** Problem **
Beneath this instruction is a listing; print exactly the lines in it starting at the line that contains "row: readonly string[];" and going through the line that contains "groups: ReadonlyMap<string, CandidateGroup>;".

■ ■ ■ ■ ■ ■ ■

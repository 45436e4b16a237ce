/** The reference line catalog, as loaded: per species, sorted typed arrays. */

/**
 * Where a row's value comes from: `read` from a stored copy of the cited source, `memory`
 * (recalled, not checked against the source), or `computed` from a formula and constants the
 * source key cites (H I and He II from the Rydberg formula).
 */
export type LineOrigin = 'read' | 'memory' | 'computed';

export const LINE_ORIGINS: readonly LineOrigin[] = ['read', 'memory', 'computed'];

export interface SpeciesLines {
  species: string;
  /** Sorted ascending. */
  vacuum_nm: Float64Array;
  /** NaN where air is undefined (below 200 nm). */
  air_nm: Float64Array;
  unc_nm: Float64Array;
  intensity: Float64Array;
  flags: readonly (readonly string[])[];
  source: readonly string[];
  origin: readonly LineOrigin[];
  /** Where each row came from, for diagnostics and the record ("atomic.tsv:42"). */
  row: readonly string[];
}

export interface SourceCitation {
  key: string;
  citation: string;
  intensity: string;
}

export interface CandidateGroup {
  id: string;
  title: string;
  description: string;
  species: readonly string[];
}

export interface Catalog {
  version: string;
  /** SHA-256 over the catalog files' bytes, in file-name order, each prefixed by its name. */
  sha256: string;
  species: ReadonlyMap<string, SpeciesLines>;
  /** Species names, sorted. */
  names: readonly string[];
  sources: ReadonlyMap<string, SourceCitation>;
  groups: ReadonlyMap<string, CandidateGroup>;
  defaultGroupsBySourceKind: ReadonlyMap<string, readonly string[]>;
}

/** A catalog file's name and text, as the read edge hands it over. */
export interface CatalogFile {
  name: string;
  text: string;
}
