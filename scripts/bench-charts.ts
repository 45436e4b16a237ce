/**
 * Chart bench (part of npm run bench; alone: tsx scripts/bench-charts.ts [N]): the charts of
 * an archive of N generated sessions (default 300), each timed from the chart cache's miss to
 * its store (exactly one renderChart call), rendered the plain way (every chart compiled and
 * parsed alone) and then from shared shapes (starting with none compiled, so the compiles
 * count). Prints median, mean and 90th percentile per chart; asserts nothing.
 */

import { mkdtempSync, readFileSync, rmSync } from 'node:fs';
import { loadavg, tmpdir } from 'node:os';
import { dirname, join, resolve } from 'node:path';
import { fileURLToPath } from 'node:url';
import { readTemplateTexts } from '../src/build.js';
import { loadCatalogFor, loadConfig } from '../src/commands/common.js';
import { processSession } from '../src/parallel/unit.js';
import { chartRenderStats, shareChartShapes } from '../src/report/charts/render.js';
import { compileTemplates } from '../src/report/templates.js';
import { makeArchive } from './make-archive.js';

const root = resolve(dirname(fileURLToPath(import.meta.url)), '..');

/** A chart cache that never hits and notes how long each chart took from miss to store. */
export class ChartTimer extends Map<string, string> {
  readonly ms: number[] = [];
  private readonly started = new Map<string, number>();
  override get(k: string) {
    const hit = super.get(k);
    if (hit === undefined) this.started.set(k, performance.now());
    return hit;
  }
  override set(k: string, v: string) {
    const t = this.started.get(k);
    if (t !== undefined) {
      this.ms.push(performance.now() - t);
      this.started.delete(k);
    }
    return super.set(k, v);
  }
}

export function quantile(sorted: readonly number[], q: number): number {
  return sorted[Math.min(sorted.length - 1, Math.floor(q * sorted.length))] ?? Number.NaN;
}

export function describeTimes(ms: readonly number[]): string {
  const s = [...ms].sort((a, b) => a - b);
  const mean = s.reduce((a, b) => a + b, 0) / Math.max(1, s.length);
  return `median ${quantile(s, 0.5).toFixed(2)} ms, mean ${mean.toFixed(2)} ms, p90 ${quantile(s, 0.9).toFixed(2)} ms`;
}

async function main() {
  const count = Number(process.argv[2] ?? process.env.BENCH_SESSIONS ?? 300);
  const work = mkdtempSync(join(tmpdir(), 'll-bench-charts-'));
  const files = makeArchive(join(work, 'sessions'), count);
  const config = loadConfig(join(root, 'lineledger.yaml'));
  const ctx = {
    render: {
      catalog: loadCatalogFor(config),
      templates: compileTemplates(readTemplateTexts()),
      settings: { title: config.title, owner: config.owner, introMarkdown: config.introMarkdown },
      programVersion: 'bench',
      buildOptions: 'lineledger build (default options)',
      builtOn: null,
    },
    instrumentDefaults: config.defaultInstrument,
  };
  const pass = async (shared: boolean) => {
    shareChartShapes(shared);
    const before = chartRenderStats();
    const timer = new ChartTimer();
    for (const f of files) await processSession(f, readFileSync(f), ctx, timer);
    const after = chartRenderStats();
    return {
      ms: timer.ms,
      compiled: after.shapesCompiled - before.shapesCompiled,
      full: after.inFull - before.inFull,
    };
  };
  process.stdout.write(
    `chart bench: ${count} sessions, load ${loadavg()
      .map((l) => l.toFixed(1))
      .join(' ')}\n`,
  );
  // Loads the libraries and warms the code up: neither is a chart's cost.
  await pass(false);
  const plain = await pass(false);
  const shared = await pass(true);
  const total = (ms: number[]) => (ms.reduce((a, b) => a + b, 0) / 1000).toFixed(2);
  process.stdout.write(
    [
      `charts, each compiled alone:   ${plain.ms.length} charts, ${total(plain.ms)} s; ${describeTimes(plain.ms)}`,
      `charts, from shared shapes:    ${shared.ms.length} charts, ${total(shared.ms)} s; ${describeTimes(shared.ms)} ` +
        `(${shared.compiled} shapes compiled, ${shared.full} charts drawn in full)`,
      '',
    ].join('\n'),
  );
  rmSync(work, { recursive: true, force: true });
}

if (process.argv[1] && resolve(process.argv[1]) === fileURLToPath(import.meta.url)) await main();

■ ■ ■ ■ ■ ■ ■

** Result of this task **
  row: readonly string[];
}

export interface SourceCitation {
  key: string;
  citation: string;
  intensity: string;
}

export interface CandidateGroup {
  id: string;
  title: string;
  description: string;
  species: readonly string[];
}

export interface Catalog {
  version: string;
  /** SHA-256 over the catalog files' bytes, in file-name order, each prefixed by its name. */
  sha256: string;
  species: ReadonlyMap<string, SpeciesLines>;
  /** Species names, sorted. */
  names: readonly string[];
  sources: ReadonlyMap<string, SourceCitation>;
  groups: ReadonlyMap<string, CandidateGroup>;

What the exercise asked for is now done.